By Lois McCullen Parr



Image Description:

A hand-painted mask with a swoopy grey hairline, blue forehead & eyebrows, green nose, pink cheeks & lips, sparkling sunshine & rainbow fabric crown, and a sparkly auburn ribbon through the mouth that is lifting up.

 

The Story of My Mask:

At a leadership retreat called “Cultivating the Mystery” last fall where we explored archetypes, I found it easy to identify my dominant one, the “warrior” – confront injustice! I worked furiously at creating a collage for my warrior: so easy! I can win this! Words! Power! (Oh, yeah, the shadow of that warrior? Cynicism.)
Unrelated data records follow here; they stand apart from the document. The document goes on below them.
"""The batch step of the service: messages in, one committed transaction out.

``Engine.process`` parses, deduplicates, stores and feeds a batch of messages inside one
SQLite transaction. Only after it returns may the caller acknowledge the messages. If the
commit fails, the touched zones are reloaded from the database, so memory never runs ahead of
the record; the caller keeps the batch and tries again.
"""

from __future__ import annotations

import logging
import math
import os
import time
from collections import Counter
from contextlib import contextmanager
from dataclasses import dataclass, field

from watcher.config import Config
from watcher.engine.lots import parse_payload, record_event
from watcher.engine.monitor import Monitor
from watcher.engine.rejects import Excess, RejectionLimiter
from watcher.engine.route import birth_filters, is_birth, is_command, readings_of
from watcher.engine.zones import ZoneRunner, spec_key
from watcher.errors import InputError
from watcher.ingest import sparkplug
from watcher.ingest.message import Message
from watcher.ingest.payload import OutOfClock, Reading, Rejected
from watcher.ingest.topics import topic_is_clean
from watcher.store.db import Store
from watcher.store.zones import ZoneRow

log = logging.getLogger("watcher.engine")
# Fault injection for the tests of the writer's isolation (never set in production): a message
# whose payload contains the marker makes the handler raise, or ends the process at once as a
# crash would. Read once at import.
_RAISE_ON = os.environ.get("WATCHER_TEST_RAISE_ON", "").encode() or None
_CRASH_ON = os.environ.get("WATCHER_TEST_CRASH_ON", "").encode() or None
FEED_AT_PENDING = 5000  # readings waiting in a zone before it is fed between checkpoints
CLOCK_TRUST_S = 86400.0  # retention believes the clock only this far past the newest reading


@dataclass
class BatchResult:
    counts: Counter = field(default_factory=Counter)
    rejections: Counter = field(default_factory=Counter)
    recomputed: set = field(default_factory=set)
    late_from: dict = field(default_factory=dict)  # zone -> earliest late reading time


def reason_class(reason: str) -> str:
    """A bounded label for metrics: the reason's first words, without values."""
    for key in (
        "no source",
        "unknown zone",
        "payload of",
        "not UTF-8",
        "invalid JSON",
        "too large",
        "digits",
        "surrogate",
        "nested",
        "missing field",
        "is not a number",
        "not finite",
        "outside the plausible",
        "in the future",
        "in the past",
        "timestamp",
        "state",
        "value is",
        "retained",
        "already has",
    ):
        if key in reason:
            return key.replace(" ", "_")
    return "other"
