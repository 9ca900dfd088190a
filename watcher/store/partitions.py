"""Raw readings on PostgreSQL kept in monthly partitions of `reading_rows`, by reading time (UTC
calendar months), so retention drops a month of a whole fleet's readings at once instead of
deleting them row by row (what a DELETE of a month of forty sites, hundreds of millions of rows,
would cost in time, WAL and vacuum).

A partition is made when the first reading of its month is written. Retention itself is
unchanged (store/readings.py `fold`: the hourly aggregates, the chain's links across the cut,
the chained fold record, all computed from the rows before they go); what changes is how the
rows go. Inside a retention pass (`Pass`), a zone's rows in months wholly before its cut-off
are left for the end of the pass; there, in the same transaction, a month whose every row has
been folded by this pass is dropped, and a month that still holds rows nobody folded (a zone
no longer configured, whose readings retention never touches) has only the folded zones' rows
deleted. SQLite has no partitions: there the rows are deleted as they are folded.
"""

from __future__ import annotations

import datetime as dt

PARENT = "reading_rows"


def month_of(ts: float) -> tuple[int, int]:
    d = dt.datetime.fromtimestamp(ts, dt.UTC)
    return d.year, d.month


def bounds(year: int, month: int) -> tuple[float, float]:
    """[start, end) of a calendar month in epoch seconds."""
    start = dt.datetime(year, month, 1, tzinfo=dt.UTC)
    end = dt.datetime(year + (month == 12), month % 12 + 1, 1, tzinfo=dt.UTC)
    return start.timestamp(), end.timestamp()


def name(year: int, month: int) -> str:
    return f"{PARENT}_p{year:04d}{month:02d}"


class Months:
    """The partitions this connection knows exist; makes the missing ones (under a lock, as
    several central watchers may write the same month)."""

    def __init__(self):
        self.known: set[tuple[int, int]] = set()

    def ensure(self, conn, times) -> None:
        wanted = {month_of(t) for t in times} - self.known
        if not wanted:
            return
        conn.lock("partitions")
        for year, month in sorted(wanted):
            lo, hi = bounds(year, month)
            conn.execute(
                f"CREATE TABLE IF NOT EXISTS {name(year, month)} PARTITION OF {PARENT} FOR VALUES FROM ({lo!r}) TO ({hi!r})"
            )
        self.known |= wanted

    def forget(self) -> None:
        self.known.clear()


def listed(conn) -> list[tuple[str, float, float]]:
    """(name, start, end) of every partition, oldest first."""
    rows = conn.execute(
        "SELECT c.relname FROM pg_inherits i JOIN pg_class c ON c.oid = i.inhrelid "
        "JOIN pg_class p ON p.oid = i.inhparent WHERE p.relname = ?",
        (PARENT,),
    ).fetchall()
    out = []
    for (relname,) in rows:
        stamp = relname.rsplit("_p", 1)[1]
        out.append((relname, *bounds(int(stamp[:4]), int(stamp[4:]))))
    return sorted(out, key=lambda r: r[1])


def split(cut_ts: float) -> float:
    """Rows of a zone at or before its cut-off and before this time lie in months wholly
    before the cut-off: a retention pass leaves them for the end of the pass."""
    return bounds(*month_of(cut_ts))[0]


class Pass:
    """One retention pass on PostgreSQL: the zones folded (their series and where their deferred
    rows end), then, at its end, the months dropped or thinned."""

    def __init__(self):
        self.deferred: dict[int, float] = {}  # series -> rows before this time are folded, not yet deleted

    def defer(self, series: list[int], before_ts: float) -> None:
        for s in series:
            self.deferred[s] = max(before_ts, self.deferred.get(s, before_ts))

    def settle(self, conn) -> list[str]:
        """Drop each month whose rows this pass has all folded; from a month that also holds
        rows nobody folded, delete the folded rows only. The months dropped."""
        dropped = []
        for relname, _start, end in listed(conn):
            covered = [s for s, before in self.deferred.items() if before >= end]
            if not covered:
                continue
            marks = ", ".join("?" * len(covered))
            unfolded = conn.execute(
                f"SELECT 1 FROM {relname} WHERE series NOT IN ({marks}) LIMIT 1", tuple(covered)
            ).fetchone()
            if unfolded is None:
                conn.execute(f"DROP TABLE {relname}")
                dropped.append(relname)
            else:
                conn.execute(f"DELETE FROM {relname} WHERE series IN ({marks})", tuple(covered))
        self.deferred.clear()
        return dropped
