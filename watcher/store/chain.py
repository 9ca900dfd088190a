"""Hash chains over the record: readings (one chain per zone), the alert log, the event log and
the lot events (whose arrive rows carry the lot's product and declared starting state).

Each row carries `chain` = SHA-256 of the previous row's chain and the row's own fields, in
insertion order. The hash is computed inside SQLite (a registered function, `chain_hash`), in
the same statement that inserts the row, so the writer and the deliverer, on two connections,
extend one chain correctly. Altering, inserting or deleting a stored row breaks the chain at
that row or the next; `verify` walks the chains and names the first row that no longer matches.
Retention deletes old raw readings: before it does, the link each surviving row had to a
deleted predecessor is kept in `chain_folds`, so the chain still verifies across the cut.
The weekly report prints each chain's head (row id and hash) and keeps it in `reports`, so a
printed report anchors the record: rewriting history after it would change a printed head.
"""

from __future__ import annotations

import hashlib
import json
from collections.abc import Iterator
from dataclasses import dataclass

READING_FIELDS = ("zone", "sensor", "signal", "ts", "value", "received_ts", "topic", "late")
ALERT_LOG_FIELDS = ("alert_id", "step", "at_s", "wall_s", "value", "by", "note")
EVENT_LOG_FIELDS = ("event_id", "op", "zone", "kind", "start_ts", "end_ts", "detail")
LOT_EVENT_FIELDS = ("lot", "kind", "zone", "ts", "source", "sender", "received_s", "note", "detail")
LOGS = (("alert_log", ALERT_LOG_FIELDS, "wall_s"), ("event_log", EVENT_LOG_FIELDS, None))
LOGS += (("lot_events", LOT_EVENT_FIELDS, "received_s"),)


def chain_hash(prev, *fields) -> str:
    """SHA-256 over the previous hash and the fields' exact text (repr keeps every float bit).

    A float is hashed as SQLite stores it: SQLite keeps -0.0 as 0.0, so hashing repr(-0.0) at
    insert broke the chain the moment verify read the row back (an alert cleared with a cost of
    -0.0 did it); adding 0.0 turns -0.0 into 0.0 and leaves every other value as it is."""
    text = "".join("\x1f" + repr(f + 0.0 if isinstance(f, float) else f) for f in fields)
    return hashlib.sha256(((prev or "") + text).encode()).hexdigest()


def register(conn) -> None:
    conn.create_function("chain_hash", -1, chain_hash, deterministic=True)


def _prev_sql(table: str, zone_scoped: bool) -> str:
    where = " WHERE zone = ?" if zone_scoped else ""
    return f"(SELECT chain FROM {table}{where} ORDER BY id DESC LIMIT 1)"


def insert_sql(table: str, fields: tuple[str, ...], zone_scoped: bool, verb: str = "INSERT") -> str:
    """An INSERT that fills `chain` from the table's last row; parameters: the fields, then
    (zone,) if zone_scoped, then the fields again."""
    marks = ", ".join("?" * len(fields))
    return (
        f"{verb} INTO {table} ({', '.join(fields)}, chain) VALUES ({marks}, "
        f"chain_hash({_prev_sql(table, zone_scoped)}, {marks}))"
    )


def params(values: tuple, zone: str | None = None) -> tuple:
    return (*values, zone, *values) if zone is not None else (*values, *values)


@dataclass(frozen=True)
class Finding:
    chain: str  # "readings/<zone>", "alert_log", "event_log", "lot_events" or "lots"
    row_id: int
    what: str


def _walk(conn, chain: str, sql: str, args: tuple, fields: int, folds: dict, start_prev) -> Iterator[Finding | int]:
    """Recompute one chain; yield findings, then the number of rows checked."""
    prev = start_prev
    n = 0
    for row in conn.execute(sql, args):
        row_id, stored, values = row[0], row[1], row[2 : 2 + fields]
        n += 1
        if stored is None:  # written before chaining began (an older database)
            continue
        candidates = [prev] + folds.get(row_id, [])
        if not any(chain_hash(p, *values) == stored for p in candidates):
            yield Finding(
                chain, row_id, "stored chain differs: this row or the one before it was altered, added or removed"
            )
            return
        prev = stored
    yield n


def verify(conn, since_ts: float | None = None) -> tuple[list[Finding], dict[str, int]]:
    """Walk every chain; return the first break of each chain and rows checked per chain.

    With since_ts, each chain starts at its first row at or after that time, trusting the
    stored hash of the row before it.
    """
    findings: list[Finding] = []
    counts: dict[str, int] = {}
    folds: dict[str, dict[int, list[str]]] = {}
    for tbl, zone, next_id, prev in conn.execute("SELECT tbl, zone, next_id, prev_chain FROM chain_folds"):
        folds.setdefault(f"{tbl}/{zone}", {}).setdefault(next_id, []).append(prev)
    zones = [r[0] for r in conn.execute("SELECT DISTINCT zone FROM readings ORDER BY zone")]
    plans = []
    for zone in zones:
        first = 0
        if since_ts is not None:
            row = conn.execute("SELECT min(id) FROM readings WHERE zone = ? AND ts >= ?", (zone, since_ts)).fetchone()
            first = row[0] if row[0] is not None else 1 << 62
        plans.append(
            (
                f"readings/{zone}",
                "readings",
                f"SELECT id, chain, {', '.join(READING_FIELDS)} FROM readings WHERE zone = ? AND id >= ? ORDER BY id",
                (zone, first),
                len(READING_FIELDS),
                folds.get(f"readings/{zone}", {}),
                "zone = ? AND",
                (zone,),
                first,
            )
        )
    for name, fields, time_col in LOGS:
        first = 0
        if since_ts is not None and time_col:
            row = conn.execute(f"SELECT min(id) FROM {name} WHERE {time_col} >= ?", (since_ts,)).fetchone()
            first = row[0] if row[0] is not None else 1 << 62
        plans.append(
            (
                name,
                name,
                f"SELECT id, chain, {', '.join(fields)} FROM {name} WHERE id >= ? ORDER BY id",
                (first,),
                len(fields),
                {},
                "",
                (),
                first,
            )
        )
    for chain, table, sql, args, nfields, chain_folds, scope, scope_args, first in plans:
        prev = conn.execute(
            f"SELECT chain FROM {table} WHERE {scope} id < ? ORDER BY id DESC LIMIT 1", (*scope_args, first)
        ).fetchone()
        for item in _walk(conn, chain, sql, args, nfields, chain_folds, prev[0] if prev else None):
            if isinstance(item, Finding):
                findings.append(item)
            else:
                counts[chain] = item
    return findings, counts


def heads(conn) -> dict[str, list]:
    """Each chain's newest row: {chain name: [row id, hash]}."""
    out = {}
    for zone, row_id, chain in conn.execute(
        "SELECT zone, id, chain FROM readings WHERE id IN (SELECT max(id) FROM readings GROUP BY zone) ORDER BY zone"
    ):
        out[f"readings/{zone}"] = [row_id, chain]
    for table, _, _ in LOGS:
        row = conn.execute(f"SELECT id, chain FROM {table} ORDER BY id DESC LIMIT 1").fetchone()
        if row:
            out[table] = [row[0], row[1]]
    return out


def digest(head_map: dict[str, list]) -> str:
    text = ";".join(f"{k}={v[0]}:{v[1]}" for k, v in sorted(head_map.items()))
    return hashlib.sha256(text.encode()).hexdigest()


def check_lots(conn) -> list[Finding]:
    """Each lot's product and starting state must be what its chained arrive event declared."""
    out = []
    for lot, product, initial, detail, row_id, linked in conn.execute(
        "SELECT l.lot, l.product, l.initial, e.detail, e.id, e.chain FROM lots l LEFT JOIN lot_events e "
        "ON e.lot = l.lot AND e.kind = 'arrive'"
    ):
        if row_id is not None and linked is None:  # recorded before lot events were chained
            continue
        declared = json.loads(detail) if detail else None
        if declared != {"product": product, "initial": json.loads(initial)}:
            out.append(
                Finding("lots", row_id or 0, f"lot {lot}: product or starting state differs from its arrive event")
            )
    return out


def check_reports(conn) -> list[Finding]:
    """Each stored report's printed heads must still be the chain values at those rows."""
    out = []
    for site, week, heads_json in conn.execute("SELECT site, week, heads FROM reports ORDER BY generated_s"):
        for name, (row_id, value) in json.loads(heads_json).items():
            table = name.split("/")[0]
            row = conn.execute(f"SELECT chain FROM {table} WHERE id = ?", (row_id,)).fetchone()
            if row is not None and row[0] != value:
                out.append(Finding(name, row_id, f"differs from the head printed in the {site} report for {week}"))
    return out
It was much more difficult (and this was the exercise) to identify how I could be served by the “innocent” – the one who trusts, who is optimistic, who has faith. I wandered on the self-examination path in my journal, discovering the relationships between my faith, my Dad, my gender, my warrior-shadow. My mask explored the ways in which I’m like my Dad (whose archetype was the “innocent”), and ways in which I’ve rejected that innocent – especially aware that in myself I trusted the “masculine” qualities and not the “feminine” ones (for my Dad was so soft & tender).


Meanwhile, at this retreat, I kept feeling prompted to teach/lead songs...and I did. I trusted the retreat facilitator, I trusted the group, I trusted myself. We sang.


For The Laundry Line’s prompt, I kept returning to my mask, because the practice of working on it went deeply into my body – and my White cisgender queer woman’s soul. She is calling to me now to discover where/how to “extend my voice” in this moment in movements for justice.


I am hopeful for the courage to respond to that call, to build community, to trust that our resistance song can nourish a more just future.